WHAT YOU WILL DO | The full listing below should be printed word for word.

Start of SUPPLIED RECORDS

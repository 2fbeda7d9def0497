"""Workflow: cross-validated skill of a loaded store (verify, tune, skill by month).

The numbers come from the pure stages: the leave-one-year-out hindcast
(:mod:`analogs.stages.hindcast`, which selects analogs with the live query's own
:mod:`analogs.stages.selection`) and the scores (:mod:`analogs.stages.scores`). This
module only gathers what they need from a loaded store (its PCs, times, events,
region and saved query defaults) and shapes the answers: the dict of
``analogs verify --json``, the tuning table, and the per-month skill that a build
records in the manifest and every query quotes (:func:`skill_for`).

The functions take an :class:`~analogs.workflows.analog_store.AnalogStore`; the store's
``verify``, ``tune``, ``observed`` and ``skill_for`` methods delegate here.
"""

from __future__ import annotations

import numpy as np
import pandas as pd

from analogs import CAUTION
from analogs._validation import renamed_errors
from analogs.errors import AnalogsInputError
from analogs.parameters import P
from analogs.workflows.find import resolve_region

# The hindcast and the scores are imported inside the functions that use them: a query
# on an archive date quotes the stored skill (skill_for) but needs neither, and the
# start-up of `analogs find` is part of a forecaster's wait.


def observed(store, region=None, kinds=None) -> np.ndarray:
    """Whether at least one event (of ``kinds``, default any) fell in ``region`` (default
    the store's) on each archive day: bool array aligned with ``store.times``. Days
    without report coverage (``store.covered`` False) read False: leave them out
    (:func:`hindcast_days`)."""
    if store.events is None:
        raise AnalogsInputError(f"store {store.path} has no events table: verification needs "
                                "one (rebuild with --events FILE)")
    region = resolve_region(store, region)
    return store.daily_counts(region, kinds)["total"].to_numpy() > 0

End of SUPPLIED RECORDS

OUTPUT OF THE EXERCISE |
repository 2fbeda7d9def0497
"""Workflow: cross-validated skill of a loaded store (verify, tune, skill by month).

The numbers come from the pure stages: the leave-one-year-out hindcast
(:mod:`analogs.stages.hindcast`, which selects analogs with the live query's own
:mod:`analogs.stages.selection`) and the scores (:mod:`analogs.stages.scores`). This
module only gathers what they need from a loaded store (its PCs, times, events,
region and saved query defaults) and shapes the answers: the dict of
``analogs verify --json``, the tuning table, and the per-month skill that a build
records in the manifest and every query quotes (:func:`skill_for`).

The functions take an :class:`~analogs.workflows.analog_store.AnalogStore`; the store's
``verify``, ``tune``, ``observed`` and ``skill_for`` methods delegate here.
"""

from __future__ import annotations

import numpy as np
import pandas as pd

from analogs import CAUTION
from analogs._validation import renamed_errors
from analogs.errors import AnalogsInputError
from analogs.parameters import P
from analogs.workflows.find import resolve_region

# The hindcast and the scores are imported inside the functions that use them: a query
# on an archive date quotes the stored skill (skill_for) but needs neither, and the
# start-up of `analogs find` is part of a forecaster's wait.


def observed(store, region=None, kinds=None) -> np.ndarray:
    """Whether at least one event (of ``kinds``, default any) fell in ``region`` (default
    the store's) on each archive day: bool array aligned with ``store.times``. Days
    without report coverage (``store.covered`` False) read False: leave them out
    (:func:`hindcast_days`)."""
    if store.events is None:
        raise AnalogsInputError(f"store {store.path} has no events table: verification needs "
                                "one (rebuild with --events FILE)")
    region = resolve_region(store, region)
    return store.daily_counts(region, kinds)["total"].to_numpy() > 0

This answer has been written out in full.